- _TASK BRIEF_
Write out, word for word, every line in the data below from the one containing "are public, shared" to the one containing "say it was withdrawn", both of them included.

** AVAILABLE DATA follows **

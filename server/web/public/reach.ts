// Comparisons that travel: the card other sites frame (/embed/…), the oEmbed answer that gives them
// its <iframe> (oEmbed 1.0), and the share image of every version and comparison (…/share.png).
// Only released versions: an embargoed one is 404 to everyone here (these are public, shared
// addresses, never personal); a withdrawn one's card, image and oEmbed answer say it was withdrawn
// and why instead of the finding (docs/decisions/0028-reach.md).
import { Router, type Request, type Response } from "express";
import { z } from "zod";
import { dayInWords, defaultLocale, localePath, splitLocale, type Locale } from "#core/languages/locales";
import { embedUrl, pageUrl, surrogateKeys, parseBriefPath, parseVersionPath, shareImageUrl, versionNumberOf, type ComparisonAddress, type VersionAddress } from "#core/publication/urls";
import { wordsOf } from "#core/languages/words";
import type { Database } from "#db/client";
import { inLanguage } from "#db/translations";
import { readPublicVersion, readVersion } from "#db/versions";
import { createRequire } from "node:module";
import { cardFonts, cardWidth, embedCard } from "./embed";
import { escapeXml } from "./feed";
import { siteUrl } from "../http/site-url";
import { arabicImageText, shareImage, shareImageSize, shareImageText, withdrawnImageText, type ShareText } from "./share-image";

const cacheControl = "public, max-age=3600";
const require = createRequire(import.meta.url);

/** A released version as anyone reads it, in `locale` where its translation is published. */
async function releasedVersion(db: Database, slug: string, number: number, locale: Locale) {
  const found = await readVersion(db, slug, number, []);
  if (!found) return null;
  return { ...found, original: found.snapshot, snapshot: (await inLanguage(db, found.versionId, found.snapshot, locale)).snapshot };
}

/** What an image or oEmbed answer says of a version or comparison in `locale`: its finding, or its withdrawal. */
function sharedText(found: NonNullable<Awaited<ReturnType<typeof releasedVersion>>>, snapshot: typeof found.snapshot, pair: { a: string; b: string } | null, locale: Locale): ShareText | null {
  const t = wordsOf(locale, "public");
  const text = shareImageText(snapshot, pair, t, locale);
  if (!text || !found.withdrawal) return text;
  return withdrawnImageText(text, t("embed.withdrawn", { date: dayInWords(locale, found.withdrawal.at), reason: found.withdrawal.reason }));
}

const addressOf = (req: Request): VersionAddress | ComparisonAddress | null => {
  const version = versionNumberOf(String(req.params.number));
  if (version === null) return null;
  const at = { slug: String(req.params.slug), version };
  return req.params.a === undefined ? at : { ...at, treatment: String(req.params.a), comparator: String(req.params.b) };
};
const pairOf = (at: VersionAddress | ComparisonAddress) => ("treatment" in at ? { a: at.treatment, b: at.comparator } : null);

/** The card's likely height at its width: enough that a page without the resize listener shows it whole. */
const cardHeight = (outcomes: number, pair: boolean) => (pair ? 230 + 190 * outcomes : 230 + 150 * outcomes);

const oembedQuery = z.object({
  url: z.string({ message: "give the address of a brief, version or comparison as url" }).url({ message: "url must be an absolute address" }),
  format: z.enum(["json", "xml"]).default("json"),
  maxwidth: z.coerce.number().int().positive().optional(),
  maxheight: z.coerce.number().int().positive().optional(),
});

export function reachRoutes(db: Database, publicUrl: string | undefined): Router {
  const router = Router();
  const localeOf = (res: Response): Locale => (res.locals.locale as Locale | undefined) ?? defaultLocale;

  // Only this route may be framed by other sites: every other answer keeps frame-ancestors 'none'.
  const card = async (req: Request, res: Response) => {
    const at = addressOf(req);
    const locale = localeOf(res);
    const found = at ? await releasedVersion(db, at.slug, at.version, locale) : null;
    const html = at && found
      ? embedCard({ snapshot: found.snapshot, pair: pairOf(at), locale, t: wordsOf(locale, "public"), permalink: `${siteUrl(req, publicUrl)}${localePath(locale, pageUrl(at))}`, withdrawal: found.withdrawal, nonce: String(res.locals.cspNonce) })
      : null;
    if (!html) return res.status(404).type("text/plain").send("There is no such released comparison.");
    const policy = String(res.getHeader("Content-Security-Policy") ?? "");
    res.setHeader("Content-Security-Policy", policy.replace("frame-ancestors 'none'", "frame-ancestors *"));
    res.removeHeader("X-Frame-Options");
    res.status(found!.withdrawal ? 410 : 200).set({ "Cache-Control": cacheControl, "Cross-Origin-Resource-Policy": "cross-origin", "Surrogate-Key": surrogateKeys({ slug: at!.slug, version: at!.version })! }).type("html").send(html);
  };
  // The card's fonts (embed.ts): the same files whatever the build, kept for a year.
  router.get("/embed/fonts/:file", (req, res) => {
    const name = String(req.params.file);
    if (!Object.hasOwn(cardFonts, name)) return res.status(404).type("text/plain").send("There is no such font.");
    res.set({ "Cache-Control": "public, max-age=31536000, immutable", "Cross-Origin-Resource-Policy": "cross-origin" }).type("font/woff2").sendFile(require.resolve(cardFonts[name as keyof typeof cardFonts].file));
  });
  router.get("/embed/briefs/:slug/v/:number", card);
  router.get("/embed/briefs/:slug/v/:number/compare/:a/:b", card);

  const image = async (req: Request, res: Response) => {
    const at = addressOf(req);
    const locale = localeOf(res);
    const found = at ? await releasedVersion(db, at.slug, at.version, locale) : null;
    const text = at && found ? sharedText(found, found.snapshot, pairOf(at), locale) : null;
    if (!at || !found || !text) return res.status(404).type("text/plain").send("There is no such released version.");
    // An Arabic image needs every word in Arabic script; else the English one (share-image.ts says why).
    const arabic = locale === "ar" ? arabicImageText(text) : null;
    const drawn = locale !== "ar" ? text : (arabic ?? sharedText(found, found.original, pairOf(at), defaultLocale)!);
    const shown = `${arabic ? "ar" : locale === "ar" ? "en" : locale}|${shareImageUrl(at)}|${found.translatedAt ?? ""}|${found.withdrawal?.at ?? ""}`;
    const png = await shareImage(shown, drawn, arabic !== null);
    // Other sites show it (cards of social networks, a reporter's page): not bound to this origin.
    res.set({ "Cache-Control": cacheControl, "Cross-Origin-Resource-Policy": "cross-origin", "Surrogate-Key": surrogateKeys({ slug: at.slug, version: at.version })! }).type("png").send(png);
  };
  router.get("/briefs/:slug/v/:number/share.png", image);
  router.get("/briefs/:slug/v/:number/compare/:a/:b/share.png", image);

  // oEmbed 1.0 (https://oembed.com, §2): a "rich" answer whose html frames the card.
  router.get("/oembed", async (req, res) => {
    const query = oembedQuery.safeParse(req.query);
    if (!query.success) return res.status(400).type("text/plain").send(query.error.issues.map((i) => i.message).join("; "));
    // §2.3.4: a format the provider does not offer is 501 Not Implemented.
    if (query.data.format !== "json") return res.status(501).type("text/plain").send("Only format=json is offered.");
    const site = siteUrl(req, publicUrl);
    const target = new URL(query.data.url);
    const { locale, path } = splitLocale(target.pathname);
    const parsed = target.origin === new URL(site).origin ? parseVersionPath(path) : null;
    const briefSlug = target.origin === new URL(site).origin && !parsed ? parseBriefPath(path) : null;
    let at: VersionAddress | ComparisonAddress | null = parsed?.at ?? null;
    if (briefSlug !== null) {
      const latest = await readPublicVersion(db, briefSlug, "latest", []);
      at = latest && !latest.found.embargoed ? { slug: briefSlug, version: latest.found.snapshot.version } : null;
    }
    const found = at ? await releasedVersion(db, at.slug, at.version, locale) : null;
    const text = at && found ? sharedText(found, found.snapshot, pairOf(at), locale) : null;
    // §2.3.4: 404 when there is no response for the address; an unreleased version has none. A withdrawn
    // one has its card, which says so: a site that embedded it keeps showing why it was withdrawn.
    if (!at || !found || !text) return res.status(404).type("text/plain").send("There is no released brief, version or comparison at this address.");
    const pair = pairOf(at);
    const outcomes = pair ? found.snapshot.outcomes.filter((o) => o.pairs.some((p) => (p.treatment === pair.a && p.comparator === pair.b) || (p.treatment === pair.b && p.comparator === pair.a))).length : found.snapshot.outcomes.length;
    const width = Math.min(query.data.maxwidth ?? cardWidth.default, cardWidth.max);
    const height = Math.min(query.data.maxheight ?? Number.POSITIVE_INFINITY, cardHeight(outcomes, pair !== null));
    const src = `${site}${localePath(locale, embedUrl(at))}`;
    const title = `${text.title} · Fairweigh`;
    // Filed under the brief too: withdrawing it must take its oEmbed answers out of a CDN as well.
    res.set({ "Cache-Control": cacheControl, "Access-Control-Allow-Origin": "*", "Surrogate-Key": surrogateKeys({ slug: at.slug, version: at.version })! }).json({
      version: "1.0",
      type: "rich",
      title: found.withdrawal ? wordsOf(locale, "public")("feed.withdrawn", { title: text.title }) : text.title,
      provider_name: "Fairweigh",
      provider_url: `${site}/`,
      cache_age: 3600,
      html: `<iframe src="${escapeXml(src)}" title="${escapeXml(title)}" width="${width}" height="${height}" style="border:0;max-width:100%" loading="lazy"></iframe>`,
      width,
      height,
      thumbnail_url: `${site}${localePath(locale, shareImageUrl(at))}`,
      thumbnail_width: shareImageSize.width,
      thumbnail_height: shareImageSize.height,
    });
  });

  return router;
}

** End of AVAILABLE DATA **

- _ANSWER_
// Only released versions: an embargoed one is 404 to everyone here (these are public, shared
// addresses, never personal); a withdrawn one's card, image and oEmbed answer say it was withdrawn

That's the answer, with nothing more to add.